HOW TO COMPLETE THIS TASK: Examine the records and identify each line that includes the string "long". Copy those lines.

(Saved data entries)
------------------------------------

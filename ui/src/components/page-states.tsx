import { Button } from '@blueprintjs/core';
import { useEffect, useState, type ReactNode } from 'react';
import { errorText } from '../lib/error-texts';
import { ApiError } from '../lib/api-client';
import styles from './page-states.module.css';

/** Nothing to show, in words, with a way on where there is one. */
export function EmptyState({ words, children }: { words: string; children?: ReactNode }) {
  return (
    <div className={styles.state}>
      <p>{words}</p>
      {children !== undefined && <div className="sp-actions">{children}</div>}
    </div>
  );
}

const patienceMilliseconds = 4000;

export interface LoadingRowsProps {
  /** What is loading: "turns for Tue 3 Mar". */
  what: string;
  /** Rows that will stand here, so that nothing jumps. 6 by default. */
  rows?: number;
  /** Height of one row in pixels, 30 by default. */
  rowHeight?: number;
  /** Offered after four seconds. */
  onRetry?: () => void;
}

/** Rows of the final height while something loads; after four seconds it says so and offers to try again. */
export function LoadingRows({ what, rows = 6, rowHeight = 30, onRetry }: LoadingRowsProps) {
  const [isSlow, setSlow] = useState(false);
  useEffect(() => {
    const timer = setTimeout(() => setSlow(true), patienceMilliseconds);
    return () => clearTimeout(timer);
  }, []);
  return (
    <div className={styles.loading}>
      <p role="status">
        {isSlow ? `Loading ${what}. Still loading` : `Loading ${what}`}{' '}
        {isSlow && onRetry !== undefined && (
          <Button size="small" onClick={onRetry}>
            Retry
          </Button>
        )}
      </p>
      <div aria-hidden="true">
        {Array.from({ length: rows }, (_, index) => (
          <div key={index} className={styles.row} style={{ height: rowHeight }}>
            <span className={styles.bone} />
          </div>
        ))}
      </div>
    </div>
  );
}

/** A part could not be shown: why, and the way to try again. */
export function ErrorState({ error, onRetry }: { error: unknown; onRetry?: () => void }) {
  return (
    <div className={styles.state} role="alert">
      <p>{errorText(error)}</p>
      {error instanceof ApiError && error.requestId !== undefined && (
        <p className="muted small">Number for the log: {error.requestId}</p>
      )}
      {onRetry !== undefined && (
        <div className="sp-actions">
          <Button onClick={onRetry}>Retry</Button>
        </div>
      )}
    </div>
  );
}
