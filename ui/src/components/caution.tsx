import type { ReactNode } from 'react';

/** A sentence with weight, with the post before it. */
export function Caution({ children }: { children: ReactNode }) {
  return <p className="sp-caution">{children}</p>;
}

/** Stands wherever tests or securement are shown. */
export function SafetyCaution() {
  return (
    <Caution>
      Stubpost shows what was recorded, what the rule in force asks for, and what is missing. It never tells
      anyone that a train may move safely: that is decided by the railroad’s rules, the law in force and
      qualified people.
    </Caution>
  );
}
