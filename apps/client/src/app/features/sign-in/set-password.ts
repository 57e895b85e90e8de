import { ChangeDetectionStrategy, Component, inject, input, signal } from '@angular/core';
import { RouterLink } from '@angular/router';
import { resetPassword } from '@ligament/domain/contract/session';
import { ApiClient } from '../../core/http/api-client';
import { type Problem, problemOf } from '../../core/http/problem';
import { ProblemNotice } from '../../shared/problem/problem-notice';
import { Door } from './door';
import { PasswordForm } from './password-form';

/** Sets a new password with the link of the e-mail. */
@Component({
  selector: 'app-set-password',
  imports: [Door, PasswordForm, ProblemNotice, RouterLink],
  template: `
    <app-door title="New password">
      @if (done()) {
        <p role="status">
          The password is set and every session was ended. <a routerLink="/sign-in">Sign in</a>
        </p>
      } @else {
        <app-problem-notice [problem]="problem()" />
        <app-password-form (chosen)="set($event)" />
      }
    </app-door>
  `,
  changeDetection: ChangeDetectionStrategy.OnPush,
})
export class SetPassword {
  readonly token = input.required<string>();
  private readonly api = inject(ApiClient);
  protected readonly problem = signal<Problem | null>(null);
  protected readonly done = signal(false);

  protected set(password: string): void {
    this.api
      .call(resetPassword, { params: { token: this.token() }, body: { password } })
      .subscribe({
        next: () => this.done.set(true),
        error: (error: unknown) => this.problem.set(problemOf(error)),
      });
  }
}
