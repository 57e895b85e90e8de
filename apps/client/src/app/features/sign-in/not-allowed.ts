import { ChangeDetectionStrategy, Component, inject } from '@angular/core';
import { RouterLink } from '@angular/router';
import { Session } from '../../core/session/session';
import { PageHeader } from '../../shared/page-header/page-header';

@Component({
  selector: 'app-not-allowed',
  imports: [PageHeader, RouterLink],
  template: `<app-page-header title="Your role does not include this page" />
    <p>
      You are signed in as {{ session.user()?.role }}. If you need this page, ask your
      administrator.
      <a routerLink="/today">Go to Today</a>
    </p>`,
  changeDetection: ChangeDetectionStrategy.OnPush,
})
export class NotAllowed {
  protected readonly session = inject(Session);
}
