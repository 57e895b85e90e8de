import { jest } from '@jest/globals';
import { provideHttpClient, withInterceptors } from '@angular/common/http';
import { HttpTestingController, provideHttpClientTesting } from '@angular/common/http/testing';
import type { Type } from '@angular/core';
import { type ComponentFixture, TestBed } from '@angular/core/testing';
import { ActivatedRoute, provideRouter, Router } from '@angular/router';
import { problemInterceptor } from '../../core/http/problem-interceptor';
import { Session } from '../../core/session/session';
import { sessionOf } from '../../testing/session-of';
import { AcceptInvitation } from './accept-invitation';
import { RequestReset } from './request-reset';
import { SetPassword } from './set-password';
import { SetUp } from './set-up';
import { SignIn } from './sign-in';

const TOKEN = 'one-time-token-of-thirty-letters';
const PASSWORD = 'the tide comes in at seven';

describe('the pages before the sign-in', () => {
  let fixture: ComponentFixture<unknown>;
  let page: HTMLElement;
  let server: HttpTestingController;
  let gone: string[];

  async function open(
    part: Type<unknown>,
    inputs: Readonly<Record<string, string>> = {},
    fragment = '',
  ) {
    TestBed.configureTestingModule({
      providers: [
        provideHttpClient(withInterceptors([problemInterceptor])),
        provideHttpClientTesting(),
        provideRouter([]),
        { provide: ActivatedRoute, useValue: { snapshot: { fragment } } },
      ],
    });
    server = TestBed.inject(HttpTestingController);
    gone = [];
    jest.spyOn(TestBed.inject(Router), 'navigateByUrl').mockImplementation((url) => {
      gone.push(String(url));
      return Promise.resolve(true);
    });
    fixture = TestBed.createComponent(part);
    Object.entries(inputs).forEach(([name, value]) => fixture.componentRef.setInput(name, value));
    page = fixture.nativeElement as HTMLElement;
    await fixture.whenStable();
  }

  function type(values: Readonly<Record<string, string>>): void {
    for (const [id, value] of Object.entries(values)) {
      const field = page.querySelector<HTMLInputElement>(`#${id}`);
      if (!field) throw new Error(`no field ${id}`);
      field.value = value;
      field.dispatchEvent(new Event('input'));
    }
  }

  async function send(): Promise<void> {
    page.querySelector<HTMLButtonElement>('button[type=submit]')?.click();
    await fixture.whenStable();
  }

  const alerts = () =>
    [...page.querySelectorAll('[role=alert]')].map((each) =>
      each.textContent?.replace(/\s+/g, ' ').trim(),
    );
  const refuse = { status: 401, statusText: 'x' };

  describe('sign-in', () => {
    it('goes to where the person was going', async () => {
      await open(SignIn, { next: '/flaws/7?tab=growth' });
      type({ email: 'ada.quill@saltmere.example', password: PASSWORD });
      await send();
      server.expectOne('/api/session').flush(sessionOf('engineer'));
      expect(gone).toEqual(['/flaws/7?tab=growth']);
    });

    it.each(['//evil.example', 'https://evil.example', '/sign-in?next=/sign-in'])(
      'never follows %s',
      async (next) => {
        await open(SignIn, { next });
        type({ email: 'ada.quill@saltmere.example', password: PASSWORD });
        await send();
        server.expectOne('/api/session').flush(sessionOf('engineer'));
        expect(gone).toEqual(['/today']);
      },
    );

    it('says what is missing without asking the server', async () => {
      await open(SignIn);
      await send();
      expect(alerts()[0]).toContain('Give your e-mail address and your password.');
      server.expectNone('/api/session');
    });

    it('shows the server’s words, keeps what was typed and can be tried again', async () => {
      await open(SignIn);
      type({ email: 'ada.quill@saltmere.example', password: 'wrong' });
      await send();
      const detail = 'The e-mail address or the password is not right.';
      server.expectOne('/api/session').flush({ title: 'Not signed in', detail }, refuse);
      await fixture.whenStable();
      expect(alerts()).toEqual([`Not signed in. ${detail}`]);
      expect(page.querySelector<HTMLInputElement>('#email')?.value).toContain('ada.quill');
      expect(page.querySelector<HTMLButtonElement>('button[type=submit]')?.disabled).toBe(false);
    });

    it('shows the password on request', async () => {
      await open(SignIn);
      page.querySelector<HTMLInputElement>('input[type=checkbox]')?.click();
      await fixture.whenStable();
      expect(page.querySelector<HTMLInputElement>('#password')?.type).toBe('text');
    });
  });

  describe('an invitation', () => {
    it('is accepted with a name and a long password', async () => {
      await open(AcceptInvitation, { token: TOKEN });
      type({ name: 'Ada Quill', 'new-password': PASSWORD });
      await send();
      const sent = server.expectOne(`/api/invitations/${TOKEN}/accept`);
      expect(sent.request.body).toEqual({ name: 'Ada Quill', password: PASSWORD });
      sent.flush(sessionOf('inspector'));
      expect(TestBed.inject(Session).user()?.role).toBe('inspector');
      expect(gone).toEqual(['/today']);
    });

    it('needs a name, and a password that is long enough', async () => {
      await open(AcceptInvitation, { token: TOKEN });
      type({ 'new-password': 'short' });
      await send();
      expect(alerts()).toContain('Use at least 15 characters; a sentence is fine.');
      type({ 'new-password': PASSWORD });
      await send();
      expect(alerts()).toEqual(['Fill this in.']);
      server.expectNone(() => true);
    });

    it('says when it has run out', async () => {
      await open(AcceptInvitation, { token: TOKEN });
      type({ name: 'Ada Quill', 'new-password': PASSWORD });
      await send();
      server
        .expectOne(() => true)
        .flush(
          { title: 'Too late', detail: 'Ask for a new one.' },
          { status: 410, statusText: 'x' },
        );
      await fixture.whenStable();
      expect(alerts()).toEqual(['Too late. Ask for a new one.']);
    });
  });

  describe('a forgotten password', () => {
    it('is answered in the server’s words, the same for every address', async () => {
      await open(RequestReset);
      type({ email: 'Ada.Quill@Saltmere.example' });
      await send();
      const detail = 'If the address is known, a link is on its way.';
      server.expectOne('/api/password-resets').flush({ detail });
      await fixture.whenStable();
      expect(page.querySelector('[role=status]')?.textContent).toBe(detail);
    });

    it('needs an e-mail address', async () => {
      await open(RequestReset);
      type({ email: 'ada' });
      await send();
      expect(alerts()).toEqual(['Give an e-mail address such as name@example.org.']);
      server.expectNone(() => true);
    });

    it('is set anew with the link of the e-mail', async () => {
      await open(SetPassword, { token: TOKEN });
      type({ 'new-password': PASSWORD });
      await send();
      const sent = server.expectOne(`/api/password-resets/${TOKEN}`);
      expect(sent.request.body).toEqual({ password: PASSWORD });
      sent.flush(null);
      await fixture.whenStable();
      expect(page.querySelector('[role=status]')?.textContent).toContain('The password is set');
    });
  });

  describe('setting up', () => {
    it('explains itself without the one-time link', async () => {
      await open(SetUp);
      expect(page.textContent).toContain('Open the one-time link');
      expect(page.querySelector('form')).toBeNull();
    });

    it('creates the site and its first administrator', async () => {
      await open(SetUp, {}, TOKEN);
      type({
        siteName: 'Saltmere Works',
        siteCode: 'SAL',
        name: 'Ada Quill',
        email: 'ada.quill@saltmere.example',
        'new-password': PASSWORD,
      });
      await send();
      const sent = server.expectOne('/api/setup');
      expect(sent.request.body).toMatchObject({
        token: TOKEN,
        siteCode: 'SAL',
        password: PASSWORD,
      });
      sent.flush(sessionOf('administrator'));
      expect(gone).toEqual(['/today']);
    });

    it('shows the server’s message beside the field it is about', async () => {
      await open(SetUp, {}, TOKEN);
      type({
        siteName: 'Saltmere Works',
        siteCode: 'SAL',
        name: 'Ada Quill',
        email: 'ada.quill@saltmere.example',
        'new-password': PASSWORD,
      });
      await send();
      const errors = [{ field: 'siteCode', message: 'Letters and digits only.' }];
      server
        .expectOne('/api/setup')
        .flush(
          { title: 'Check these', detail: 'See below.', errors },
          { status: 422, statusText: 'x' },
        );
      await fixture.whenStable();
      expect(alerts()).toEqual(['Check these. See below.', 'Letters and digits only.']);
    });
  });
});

------------------------------------

RESULT:
    it('is accepted with a name and a long password', async () => {
    it('needs a name, and a password that is long enough', async () => {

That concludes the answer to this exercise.